Dinner Hour

Dinner hour in India is not the normal 6:00 pm that I grew up with in the US.  India definitely enjoys a late dinner — something that could be found beneficial to us early eaters when it came time to finding a table at a restaurant.

The typical Indian eats dinner anywhere from 8:00 pm to 10:00 pm.  With my church volunteer work I had the opportunity to teach youth — both American and Indian — a class two nights a week where we studied the scriptures.  It would start at 6:30 and end at 8:00 pm.  The American youth would arrive having had dinner before coming, the Indian students were heading home to eat their dinner afterwards.  It still fascinates me today the difference in our meal times.  We have asked them how they wait that late to eat dinner and their response is, “Don’t you get hungry before you go to bed if you eat that early?”


When this beautiful Indian family had Tyler and I over for dinner, they were very aware of our observed dinner hour and insisted upon serving us much earlier than they eat.  Their daughter is the only one that ate with us because it was too early for the others.
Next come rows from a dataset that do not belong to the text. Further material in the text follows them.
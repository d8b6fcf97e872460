import { chipStateAt } from '../floor.ts';
import type { GapSums } from '../gap-sums.ts';
import { type CrushRows, crushRows, type Place, placeAt } from './place.ts';

/** Steps of gap from the largest grain down. */
const STEPS = 160;
/** Steps between the gaps whose floor is worked out; between them roughness and overlap lie on a parabola. */
const FLOOR_STEPS = 8;

/** A place with the roughness of its floor. */
export interface RoughPlace {
  readonly place: Place;
  readonly roughness: number;
}

/** Places by gap, step by step from the largest grain down; they do not depend on the depth. Worked out when asked for. */
export interface CurvePlaces {
  readonly sums: GapSums;
  readonly crush: CrushRows;
  /** Steps between floors that are worked out. */
  readonly floorSteps: number;
  readonly floors: { roughness: number; overlap: number }[];
  readonly places: (RoughPlace | undefined)[];
  /** Steps there are: the gap of the last is one step. */
  readonly last: number;
}

/**
 * Places for every gap, none of them worked out yet.
 * @param floorSteps steps of gap between floors worked out; 1 is the slow reference
 */
export function curvePlaces(sums: GapSums, floorSteps = FLOOR_STEPS): CurvePlaces {
  const places = new Array<RoughPlace | undefined>(STEPS).fill(undefined);
  return { sums, crush: crushRows(sums.rows), floorSteps, floors: [], places, last: STEPS - 1 };
}

const gapOfStep = (sums: GapSums, k: number) => sums.rows.conditions.grit.largest * (1 - k / STEPS);

/** Floor number n of those worked out, at step n x `floorSteps`, from the largest grain down. */
function floorOf({ sums, floors, floorSteps, last }: CurvePlaces, n: number): { roughness: number; overlap: number } {
  for (let i = floors.length; i <= n; i++) {
    const gap = gapOfStep(sums, Math.min(last, i * floorSteps));
    floors.push(i === 0 ? { roughness: 0, overlap: 1 } : chipStateAt(sums, gap, floors[i - 1]?.roughness ?? 0));
  }
  return floors[n] as { roughness: number; overlap: number };
}

/** The place at a step of gap, 1 to `last`. */
export function placeOf(places: CurvePlaces, k: number): RoughPlace {
  const known = places.places[k];
  if (known) return known;
  const { sums, floorSteps, crush } = places;
  const n = Math.max(1, Math.min(Math.ceil(places.last / floorSteps) - 1, Math.round(k / floorSteps)));
  // the first floor but one stands in for the very first, where nothing touches
  const low = floorOf(places, Math.max(1, n - 1));
  const middle = floorOf(places, n);
  const high = floorOf(places, n + 1);
  const t = floorSteps === 1 ? 0 : k / floorSteps - n;
  const mix = (a: number, b: number, c: number) => b + 0.5 * t * (c - a) + 0.5 * t * t * (a - 2 * b + c);
  const roughness = Math.max(0, mix(low.roughness, middle.roughness, high.roughness));
  const overlap = Math.max(0, Math.min(1, mix(low.overlap, middle.overlap, high.overlap)));
  const found = { place: placeAt(sums, gapOfStep(sums, k), roughness, overlap, crush), roughness };
  places.places[k] = found;
  return found;
}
Another interesting fact for us Americans, if you are invited to dinner at someone’s home, you chat and have social time before dinner.  Dinner is the last part of the invitation and once you have eaten, it’s time to end the party.  We have attended some various events and parties– the Indians know and love how to throw a party — where Tyler and I were coming on midnight still wondering what time dinner was really going to be served.  Not until the end of the event.  There is no lingering after the meal.

A common knowledge about Indian food is that it is all about the spices and whenever we would be invited, they were often conscientious about not making it too spicy for us.  When you order a Domino’s Pizza here in India, there are no packets of parmesan cheese that accompany that pizza — it’s packets of black pepper and chili flakes.  Also, when sitting at a restaurant table and you observe the salt and pepper shakers, the pepper shaker will always have the larger number of holes in the top — the opposite of an American restaurant.


Notice the condiments tray at this Italian restaurant — no parmesan cheese but there is plenty of spice — Tabasco sauce, red pepper flakes, chili flakes and the pepper shaker is the one with 5 holes.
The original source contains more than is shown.